Publié le lundi 27 septembre 2010 à 07H59 - Vu 35 fois
Un enjeu clé pour les chirurgiens qui pratiquent les greffes et pour les malades qui attendent un organe : limiter le refus des familles « par précaution ». Tous les défunts en état de mort encéphalique (cérébrale), qui sont recensés dans les services hospitaliers, ne sont pas prélevés automatiquement (48 % en 2009) pour des raisons médicales ou logistiques. Souvent, c'est la famille du défunt qui refuse le prélèvement des organes du défunt.
Actuellement, et selon les données de l'agence de bio-médecine, près d'un prélèvement possible sur trois est encore refusé. C'est durant les moments les plus difficiles pour une famille que les médecins, les infirmières et d'autres personnels médicaux doivent effectuer les demandes auprès des familles.
« La diplomatie est bien évidemment de rigueur. dans certains cas, les pourparlers peuvent durer plusieurs dizaines de minutes. Mais le fait est que, grâce à une simple discussion, nous pouvons arriver à convaincre des gens que les organes de leur défunt pourraient sauver une ou plusieurs vies », commente un chirurgien parisien.
La religion dans tout ça
Les plus grandes religions incitent leurs fidèles à réfléchir au don d'organe. Islam, judaïsme, christianisme, ces trois grandes religions monothéïstes affirment que la vie humaine est primordiale et « tout ce qui peut la sauver ne rencontre pas d'opposition de principe ».

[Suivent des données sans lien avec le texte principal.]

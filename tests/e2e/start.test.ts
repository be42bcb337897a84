import { spawn, type ChildProcess } from 'node:child_process';
import { once } from 'node:events';
import { cp, mkdtemp, rm } from 'node:fs/promises';
import { request } from 'node:http';
import { createServer } from 'node:net';
import { tmpdir } from 'node:os';
import { join } from 'node:path';
import { expect, test } from '@playwright/test';
import { tryPort } from '../../src/bin/steps/ports.js';
import { project } from '../../src/bin/steps/project.js';

/** `npm start` as somebody types it, on a copy of the seeded data. */
test.describe.configure({ mode: 'serial' });

let dataDir: string;
let port: number;
const started: Started[] = [];

type Started = { npm: ChildProcess; said: () => string; ended: Promise<unknown[]> };

test.beforeAll(async () => {
	dataDir = await mkdtemp(join(tmpdir(), 'ringland-start-'));
	await cp(process.env.RINGLAND_TEMPLATE ?? '', dataDir, { recursive: true });
	port = await fourFreePorts();
});
test.afterAll(async () => {
	for (const { npm, ended } of started) {
		npm.kill('SIGTERM');
		await ended;
	}
	await rm(dataDir, { recursive: true, force: true });
});

test('says where everything is, and is up again in seconds', async () => {
	const startedAtMs = Date.now();
	const { said, ended, npm } = start();
	await expect.poll(said, { timeout: 20_000 }).toContain('Ctrl-C ends it.');
	expect(Date.now() - startedAtMs).toBeLessThan(15_000);
	expect(said()).toContain(`http://127.0.0.1:${port}`);
	expect(said()).toContain('student@averholm.example');
	expect((await fetch(`http://127.0.0.1:${port}/healthz`)).status).toBe(200);
	expect((await fetch(`http://127.0.0.1:${port + 2}/`)).status).toBe(200);
	expect((await fetch(`http://127.0.0.1:${port + 3}/`)).status).toBe(200);

	const second = start();
	expect((await second.ended)[0]).toBe(1);
	expect(second.said()).toContain(`Port ${port} is in use.`);

	npm.kill('SIGTERM');
	await ended;
});

test('SIGTERM to npm alone ends all of it within seconds, an open request first', async () => {
	const { said, ended, npm } = start();
	await expect.poll(said, { timeout: 20_000 }).toContain('Ctrl-C ends it.');
	const finish = await halfASignIn();
	const askedAtMs = Date.now();
	npm.kill('SIGTERM');
	await expect.poll(() => tryPort('127.0.0.1', port), { timeout: 5000 }).toBe(port);
	expect(await finish()).toBeLessThan(500);
	await ended;
	expect(Date.now() - askedAtMs).toBeLessThan(10_000);
	await expectPortsFree();
});

test('the death of npm ends all of it too', async () => {
	const { said, npm } = start();
	await expect.poll(said, { timeout: 20_000 }).toContain('Ctrl-C ends it.');
	npm.kill('SIGKILL');
	await expectPortsFree();
});

test('a port of a stand-in that is taken is one clear line', async () => {
	const other = createServer().listen(port + 2, '127.0.0.1');
	await once(other, 'listening');
	const { said, ended } = start();
	expect((await ended)[0]).toBe(1);
	expect(said()).toContain(`Port ${port + 2} is in use`);
	await new Promise((closed) => other.close(closed));
});

function start(): Started {
	const { PATH = '', HOME = '' } = process.env;
	const npm = spawn('npm', ['start'], {
		cwd: project,
		env: { PATH, HOME, PORT: String(port), DATA_DIR: dataDir }
	});
	let words = '';
	for (const stream of [npm.stdout, npm.stderr])
		stream.on('data', (bytes) => (words += String(bytes)));
	const one = { npm, said: () => words, ended: once(npm, 'close') };
	started.push(one);
	return one;
}

/** A request whose body is still on its way: the server has begun it and cannot have answered. */
async function halfASignIn(): Promise<() => Promise<number | undefined>> {
	const body = new URLSearchParams({ email: 'student@averholm.example', password: 'wrong' });
	const origin = `http://127.0.0.1:${port}`;
	const sent = request(`${origin}/sign-in`, {
		method: 'POST',
		headers: {
			origin,
			'content-type': 'application/x-www-form-urlencoded',
			'content-length': body.toString().length
		}
	});
	sent.write(body.toString().slice(0, 10));
	const answered = once(sent, 'response');
	await new Promise((begun) => setTimeout(begun, 300));
	return async () => {
		sent.end(body.toString().slice(10));
		const [response] = await answered;
		response.resume();
		return response.statusCode;
	};
}

async function expectPortsFree(): Promise<void> {
	await expect
		.poll(() => Promise.all([0, 1, 2, 3].map((more) => tryPort('127.0.0.1', port + more))), {
			timeout: 10_000
		})
		.toEqual([0, 1, 2, 3].map((more) => port + more));
}

async function fourFreePorts(): Promise<number> {
	for (let base = 21_000 + (process.pid % 20_000); ; base += 7) {
		const tried = await Promise.all([0, 1, 2, 3].map((more) => tryPort('127.0.0.1', base + more)));
		if (tried.every((one) => typeof one === 'number')) return base;
	}
}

Pour le don d'organes, il s'agit plus d'un débat avec sa propre conviction. Ni cautionnement, ni prohibition.
Chacun peut s'opposer au don d'organes pour des raisons spirituelles et personnelles.
En 2009, 250 malades sont morts faute de greffe à temps. En 2009, 14 403 patients ont attendu une greffe d'organes. Plus de la moitié attendait un organe depuis plus d'un an, avec une forte proportion de personnes nécessitant une greffe rénale.